Automated Tagging Feature: The Plan (Part 1)

The Database
- Needs to be updated to include suggested tags vs manual ones.
- Needs to add text contents for each document used for training.
- This will be useful for other features in the future such as search.
- These database updates should take about a week.
Training the Model
- With tags and text content we can start to train the model.
- Some rounds of iteration may be needed to improve accuracy before deployment.
- Might also need an approval interface and process that managers can use.
  - If so, that will be another feature to be developed in early 2024.
- It's hard to guage development time of this part
  - Probabilistic models need iteration till error rate is low enough.
  - An early version could be developed in 1-2 weeks.
    - ...but iterated improvements could be necessary.
  - Discuss what "good enough" is & if manual approval should be implemented.

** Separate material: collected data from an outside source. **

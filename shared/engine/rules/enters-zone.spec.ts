import { test } from 'vitest';
import { checkRule } from '../testing/check-rule';
import { entersZone } from './enters-zone';

const zone = (forbids: string) => ({
  machine: {
    zones: [
      {
        name: 'tool setter',
        box: { min: { x: 1240, y: 0, z: -330 }, max: { x: 1300, y: 60, z: -150 } },
        forbids,
      },
    ],
  },
});
// The tip of T1 hangs 95 mm under the gauge point, its holder's face 55 mm: at Z -60 the tip is 5 mm
// inside the zone, the holder 35 mm above it.
const START = 'G21 G90 G17 G54\nT1 M6\nG53 G0 Z0';

test('flags the cutter in a zone that forbids everything', () => {
  checkRule(
    entersZone,
    zone('everything'),
    `
${START}
G53 G0 X1260 Y30
G53 G0 Z-60
       ^^^^ enters-zone: The cutter of T1 enters the zone tool setter, which forbids everything.
M30
`,
  );
});

test('flags the spindle body beside the tool', () => {
  checkRule(
    entersZone,
    zone('all-but-change'),
    `
${START}
G53 G0 X1178 Y30
G53 G0 Z-160
G53 G0 X1185
       ^^^^^ enters-zone: The spindle enters the zone tool setter, which forbids everything but a tool change.
M30
`,
  );
});

test('forbids only what the zone says', () => {
  checkRule(
    entersZone,
    zone('rapid'),
    `
${START}
S18000 M3
G53 G0 X1260 Y30
G53 G1 Z-60 F500
G53 G1 Z-50
G53 G0 Z-60
       ^^^^ enters-zone: The cutter of T1 crosses the zone tool setter at rapid, which forbids it.
M30
`,
  );
  checkRule(
    entersZone,
    zone('tip'),
    `
${START}
G53 G0 X1178 Y30
G53 G0 Z-160
G53 G0 X1185
M30
`,
  );
});

test('flags a clip of the zone’s corner between two points outside it', () => {
  checkRule(
    entersZone,
    zone('everything'),
    `
${START}
G53 G0 X1200 Y20
G53 G0 Z-70
G53 G0 X1270 Y80
       ^^^^^^^^^ enters-zone
M30
`,
  );
});

test('allows crossing above and cutting beside', () => {
  checkRule(
    entersZone,
    zone('everything'),
    `
${START}
G53 G0 X1260 Y30
G53 G0 Z-54
G53 G0 Z0
G43 H1
G0 X1140 Y0 Z5
S18000 M3
G1 Z-15 F1000
G0 Z5
M30
`,
  );
});
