import { text } from './finding-data';
import { defineRule } from './rule';
import type { CommentEvent, Place } from '../interpreter/events';

/** A message beside a stop that asks a person to do something. Common practice, no source. */
export const handWork = defineRule({
  id: 'hand-work',
  group: 'unattended',
  title: 'The program asks a person to do something',
  severity: 'note',
  unattended: 'hold',
  hold: 'judge',
  protects: 'The work from going on without what the programmer counted on a person to do.',
  explanation:
    'A comment on the block of a stop (M0, M1, M60), or on one of the two lines before it, that asks for an action in words such as turn, move, clamp, change, check or clean; and any text there that the controller shows to the operator. The names of operations, which many posts print above their stops, ask for nothing and are silent. Words in other languages are not understood.',
  examples: {
    bad: 'G21 G90 G54\nM0 (TURN THE PART OVER)\nM30',
    good: 'G21 G90 G54\n(TURN THE PART OVER AFTER THIS RUN)\nG4 P1\nM30',
  },
  word: (data) => ({
    message: `At this stop the program says: “${text(data, 'says')}”.`,
    advice: 'Have a person there to do it, or split the program at this place.',
  }),
  observe: (_shop, report) => {
    let said = '';
    let saidAt: Place | undefined;
    return {
      saysNothing: (words) => !ACTION.test(words),
      comment({ text: words, message, place }: CommentEvent) {
        if (!(message ? /\p{L}{2}/u : ACTION).test(words)) return;
        said = words.trim();
        saidAt = place;
      },
      stop({ place }, state) {
        if (!saidAt || place.line - saidAt.line > LINES_BEFORE) return;
        report.found({ cause: said, at: saidAt, data: { says: said } }, state);
        saidAt = undefined;
      },
    };
  },
});

/** A post prints the message at most this many lines above its stop. */
const LINES_BEFORE = 2;

/** What a person is asked to do at a router; whole words, so that SETUP 2 is no setting. */
const ACTION =
  /\b(?:turn|flip|rotate|move|shift|remove|take|put|place|load|unload|clamp|unclamp|fit|insert|change|replace|swap|check|verify|inspect|measure|clean|brush|blow|vacuum|set|mount|install|attach|screw|bolt|tighten|loosen|open|close|wait|press|confirm|adjust|reposition|operator|manual|manually|by hand)\b/i;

Automated Tagging Feature: The Plan (Part 2)

Deploy Model to KMS-Server
- The KMS-server is where this model will live in production.
- Batches of documents will be indexed, probably by date (most recent first).
- Batches will be sized to avoid exceeding daily budgetary limits on azure.
- Daily, new batches will be created and tagged.
- Integrating the model into the server is roughly 1 week of development.

Search Feature

Search Feature: The Why

Currently Box-based search for case files is not an efficient or pleasant experience.
Box is not context sensitive enough.
Tags will certainly help, but only so much.
By combining the Box search with queries on our database - search will improve.

Search Feature: The What

The goal is to integrate a search engine (i.e Elastic Search or Algolia) with:
- The Box API that already exists for our Box files
- Our document derived database
The search results of these two combined will be far more nuanced.
A naive combination of the results is the initial target.
Tons of room for iterated improvements later on via ranking and machine learning.
The interface to search would be on the Teams Plugin as another UI.

Search Feature: The How

The server needs to integrate with the Box API to request search results.
- 1 week of development time
A search
Instead of spending time crafting a search engine...
- Try integrating one of the big name search engines as a service:
  - Elastic Search being most prominent, another up-and-coming is Algolia.
  - Only problem is data custody, need to discuss.
Otherwise we can evaluate embedded search engines, would take more time.
Depending on our solution, evaluation could take as much as 3 weeks
Likewise, integration after evaluation as much as 2 weeks.

Roadmap

These 3 features involving 3 to 4 components, form a roadmap.
Some evaluation could alter the timetable due to...
- Unknowns about external services such as Box, Teams SDK, Azure, etc.
- Non-deterministic nature of probabilistic models.
- So far the biggest time sinks have been figuring out how to authenticate Box.
Focus will be on getting a functioning version out the door fast.
Iteration to improve the experience can and probably should be made in 2024.

Future Topics: LLM

Microsoft is hyping up Copilot being used to analyze documents improving ChatGPT.
Very interesting possibility to decrease development and admin time.
Probably not as smooth an integration experience as we'd like.
- Having derived and labelled data in our databases should help significantly.
Results in a chat-bot experience with specialized correlations from case files.
Beware of AI Hallucinations.

Future Topics: Iteration

To know how to improve this system, actual user experiences will be needed.
Give these features some time with staff and involve them in day-to-day workflows.
The feedback should dictate what improvements to prioritize.

Future Topics: How about You?

Ultimately this is a tool to improve workflows at this firm.
A single employee can only speculate so much which workflow improvements are most needed.
Discuss what future goals this project should evaluate and attempt to reach.
The next component is the KMS server
Something needs to manage the authentication & data transfers with Box
Putting this on the server side makes most sense
- Batch jobs that need to happen in the background for data analysis
The Teams Plugin will act as the client to this server.